> _ACTION ITEM_:
Word for word, copy every line of the data.

> _PROVIDED DATA_:
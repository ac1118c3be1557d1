"""A changed narrow format judged on every level of the ladder, by the rules of the formats themselves.

What is changed, lines kept wide or another way of rounding, takes the place of the narrow format in an audit file that
has its cost: it then has errors, rivals and verdicts like any format. A split that the audit refuses, since its
branches do not cancel, is refused of the changed format, too: nobody has compared its own.
"""

from __future__ import annotations

import itertools
import math
from collections.abc import Collection, Mapping, Sequence
from dataclasses import dataclass
from typing import Any

from msgspec.structs import replace

from narrowgauge.conduct.entries import interval_fields
from narrowgauge.judge.schemes import ArmJudgement, LevelJudgement, judge_level
from narrowgauge.kernel.auditfile import AuditFile
from narrowgauge.measure.linearms import LineRunner, Run
from narrowgauge.measure.tally import LevelTally

__all__ = ["Changed", "edge_of", "on_ladder", "pays_fields", "tallies_of"]

_LOOKS = 3  # paths are doubled so often less one where a verdict is open


@dataclass(frozen=True, slots=True, kw_only=True)
class Changed:
    """A narrow format that is computed by a `run` of its own and costs something else per step."""

    form: str
    run: Run
    step_cost: float

    def file(self, file: AuditFile) -> AuditFile:
        """Return an audit file in which this is the narrow format, and alone to be judged."""
        costs = replace(file.costs, **{self.form: self.step_cost})
        return replace(file, formats=replace(file.formats, narrow=(self.form,)), draws=None, timed=costs)

    def judged(
        self, file: AuditFile, tally: LevelTally, alpha: float, broken: Mapping[int, Collection[str]]
    ) -> LevelJudgement:
        """Judge it on one level; `broken` has, by level, the formats of which no split is admissible."""
        return judge_level(tally, self.file(file), alpha, broken.get(tally.level, ()))


def on_ladder(
    file: AuditFile,
    runner: LineRunner,
    changes: Mapping[str, Changed],
    confidence: float,
    *,
    broken: Mapping[int, Collection[str]],
    skip: int = 0,
) -> dict[str, list[LevelJudgement]]:
    """Judge changes on one level after the other, each until a level on which it does not pay.

    Each level is looked at with sampling.paths, and where a verdict is open with twice and four times as many, up to
    sampling.most_paths. `confidence` is that of all looks at a change together. The first `skip` blocks are not used:
    those by which the changes were chosen. No split of a `broken` format is admissible, by level.
    """
    judged: dict[str, list[LevelJudgement]] = {name: [] for name in changes}
    alpha = (1 - confidence) / _LOOKS
    going = list(changes)
    for level in file.ladder.levels:
        open_ones, done, paths = going, 0, file.sampling.paths
        tallies: dict[str, LevelTally] = {}
        found: dict[str, LevelJudgement] = {}
        for _ in range(_LOOKS):
            asked = {name: changes[name] for name in open_ones}
            new = tallies_of(runner, asked, level, done=done, paths=paths, skip=skip)
            for name in open_ones:
                tallies[name] = tallies[name] + new[name] if name in tallies else new[name]
                found[name] = changes[name].judged(file, tallies[name], alpha, broken)
            done, paths = tallies[open_ones[0]].blocks, 2 * paths
            open_ones = [name for name in open_ones if not found[name].settled]
            if not open_ones or paths > file.sampling.most_paths:
                break
        for name in going:
            judged[name].append(found[name])
        going = [name for name in going if _not_refused(found[name], changes[name].form)]
        if not going:
            break
    runner.forget(list(changes))
    return judged


def tallies_of(
    runner: LineRunner, changes: Mapping[str, Changed], level: int, *, done: int, paths: int, skip: int = 0
) -> dict[str, LevelTally]:
    """Run the blocks after the first `done`, at least one, that a level lacks to have `paths` paths.

    Blocks are counted from the one after the first `skip` on.
    """
    runs = {name: change.run for name, change in changes.items()}
    last = max(math.ceil(paths / runner.paths(level)), done + 1)
    total: dict[str, LevelTally] = {}
    for block in range(done, last):
        for name, tally in runner.judged(level, skip + block, runs).items():
            total[name] = total[name] + tally if name in total else tally
    return total


def edge_of(judgement: LevelJudgement, form: str) -> float:
    """Return the smallest edge of all quantities; 0 where one has none."""
    return min(0.0 if arm.edge is None else arm.edge.estimate for arm in _arms(judgement, form))


def pays_fields(judged: Sequence[LevelJudgement], form: str) -> dict[str, Any]:
    """Return how far a change pays, and gain and edge on the finest such level, as fields of an entry."""
    verdicts = [[arm.verdict for arm in _arms(one, form)] for one in judged]
    paying = len(list(itertools.takewhile(lambda found: all(one == "pays" for one in found), verdicts)))
    possible = len(list(itertools.takewhile(lambda found: "does not pay" not in found, verdicts)))
    worst = None
    if paying:
        arms = _arms(judged[paying - 1], form)
        worst = min(arms, key=lambda arm: 0.0 if arm.edge is None else arm.edge.estimate)
    return {
        "level": paying - 1 if paying else None,
        "possible": possible - 1 if possible else None,
        **interval_fields("gain", None if worst is None else worst.gain),
        **interval_fields("edge", None if worst is None else worst.edge),
    }


def _not_refused(judgement: LevelJudgement, form: str) -> bool:
    return all(arm.verdict != "does not pay" for arm in _arms(judgement, form))


def _arms(judgement: LevelJudgement, form: str) -> list[ArmJudgement]:
    return [arms[form] for arms in judgement.arms.values()]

> _RESPONSE FOR THIS EXERCISE_:
repository ac1118c3be1557d1
"""A changed narrow format judged on every level of the ladder, by the rules of the formats themselves.

What is changed, lines kept wide or another way of rounding, takes the place of the narrow format in an audit file that
has its cost: it then has errors, rivals and verdicts like any format. A split that the audit refuses, since its
branches do not cancel, is refused of the changed format, too: nobody has compared its own.
"""

from __future__ import annotations

import itertools
import math
from collections.abc import Collection, Mapping, Sequence
from dataclasses import dataclass
from typing import Any

from msgspec.structs import replace

from narrowgauge.conduct.entries import interval_fields
from narrowgauge.judge.schemes import ArmJudgement, LevelJudgement, judge_level
from narrowgauge.kernel.auditfile import AuditFile
from narrowgauge.measure.linearms import LineRunner, Run
from narrowgauge.measure.tally import LevelTally

__all__ = ["Changed", "edge_of", "on_ladder", "pays_fields", "tallies_of"]

_LOOKS = 3  # paths are doubled so often less one where a verdict is open


@dataclass(frozen=True, slots=True, kw_only=True)
class Changed:
    """A narrow format that is computed by a `run` of its own and costs something else per step."""

    form: str
    run: Run
    step_cost: float

    def file(self, file: AuditFile) -> AuditFile:
        """Return an audit file in which this is the narrow format, and alone to be judged."""
        costs = replace(file.costs, **{self.form: self.step_cost})
        return replace(file, formats=replace(file.formats, narrow=(self.form,)), draws=None, timed=costs)

    def judged(
        self, file: AuditFile, tally: LevelTally, alpha: float, broken: Mapping[int, Collection[str]]
    ) -> LevelJudgement:
        """Judge it on one level; `broken` has, by level, the formats of which no split is admissible."""
        return judge_level(tally, self.file(file), alpha, broken.get(tally.level, ()))


def on_ladder(
    file: AuditFile,
    runner: LineRunner,
    changes: Mapping[str, Changed],
    confidence: float,
    *,
    broken: Mapping[int, Collection[str]],
    skip: int = 0,
) -> dict[str, list[LevelJudgement]]:
    """Judge changes on one level after the other, each until a level on which it does not pay.

    Each level is looked at with sampling.paths, and where a verdict is open with twice and four times as many, up to
    sampling.most_paths. `confidence` is that of all looks at a change together. The first `skip` blocks are not used:
    those by which the changes were chosen. No split of a `broken` format is admissible, by level.
    """
    judged: dict[str, list[LevelJudgement]] = {name: [] for name in changes}
    alpha = (1 - confidence) / _LOOKS
    going = list(changes)
    for level in file.ladder.levels:
        open_ones, done, paths = going, 0, file.sampling.paths
        tallies: dict[str, LevelTally] = {}
        found: dict[str, LevelJudgement] = {}
        for _ in range(_LOOKS):
            asked = {name: changes[name] for name in open_ones}
            new = tallies_of(runner, asked, level, done=done, paths=paths, skip=skip)
            for name in open_ones:
                tallies[name] = tallies[name] + new[name] if name in tallies else new[name]
                found[name] = changes[name].judged(file, tallies[name], alpha, broken)
            done, paths = tallies[open_ones[0]].blocks, 2 * paths
            open_ones = [name for name in open_ones if not found[name].settled]
            if not open_ones or paths > file.sampling.most_paths:
                break
        for name in going:
            judged[name].append(found[name])
        going = [name for name in going if _not_refused(found[name], changes[name].form)]
        if not going:
            break
    runner.forget(list(changes))
    return judged


def tallies_of(
    runner: LineRunner, changes: Mapping[str, Changed], level: int, *, done: int, paths: int, skip: int = 0
) -> dict[str, LevelTally]:
    """Run the blocks after the first `done`, at least one, that a level lacks to have `paths` paths.

    Blocks are counted from the one after the first `skip` on.
    """
    runs = {name: change.run for name, change in changes.items()}
    last = max(math.ceil(paths / runner.paths(level)), done + 1)
    total: dict[str, LevelTally] = {}
    for block in range(done, last):
        for name, tally in runner.judged(level, skip + block, runs).items():
            total[name] = total[name] + tally if name in total else tally
    return total


def edge_of(judgement: LevelJudgement, form: str) -> float:
    """Return the smallest edge of all quantities; 0 where one has none."""
    return min(0.0 if arm.edge is None else arm.edge.estimate for arm in _arms(judgement, form))


def pays_fields(judged: Sequence[LevelJudgement], form: str) -> dict[str, Any]:
    """Return how far a change pays, and gain and edge on the finest such level, as fields of an entry."""
    verdicts = [[arm.verdict for arm in _arms(one, form)] for one in judged]
    paying = len(list(itertools.takewhile(lambda found: all(one == "pays" for one in found), verdicts)))
    possible = len(list(itertools.takewhile(lambda found: "does not pay" not in found, verdicts)))
    worst = None
    if paying:
        arms = _arms(judged[paying - 1], form)
        worst = min(arms, key=lambda arm: 0.0 if arm.edge is None else arm.edge.estimate)
    return {
        "level": paying - 1 if paying else None,
        "possible": possible - 1 if possible else None,
        **interval_fields("gain", None if worst is None else worst.gain),
        **interval_fields("edge", None if worst is None else worst.edge),
    }


def _not_refused(judgement: LevelJudgement, form: str) -> bool:
    return all(arm.verdict != "does not pay" for arm in _arms(judgement, form))


def _arms(judgement: LevelJudgement, form: str) -> list[ArmJudgement]:
    return [arms[form] for arms in judgement.arms.values()]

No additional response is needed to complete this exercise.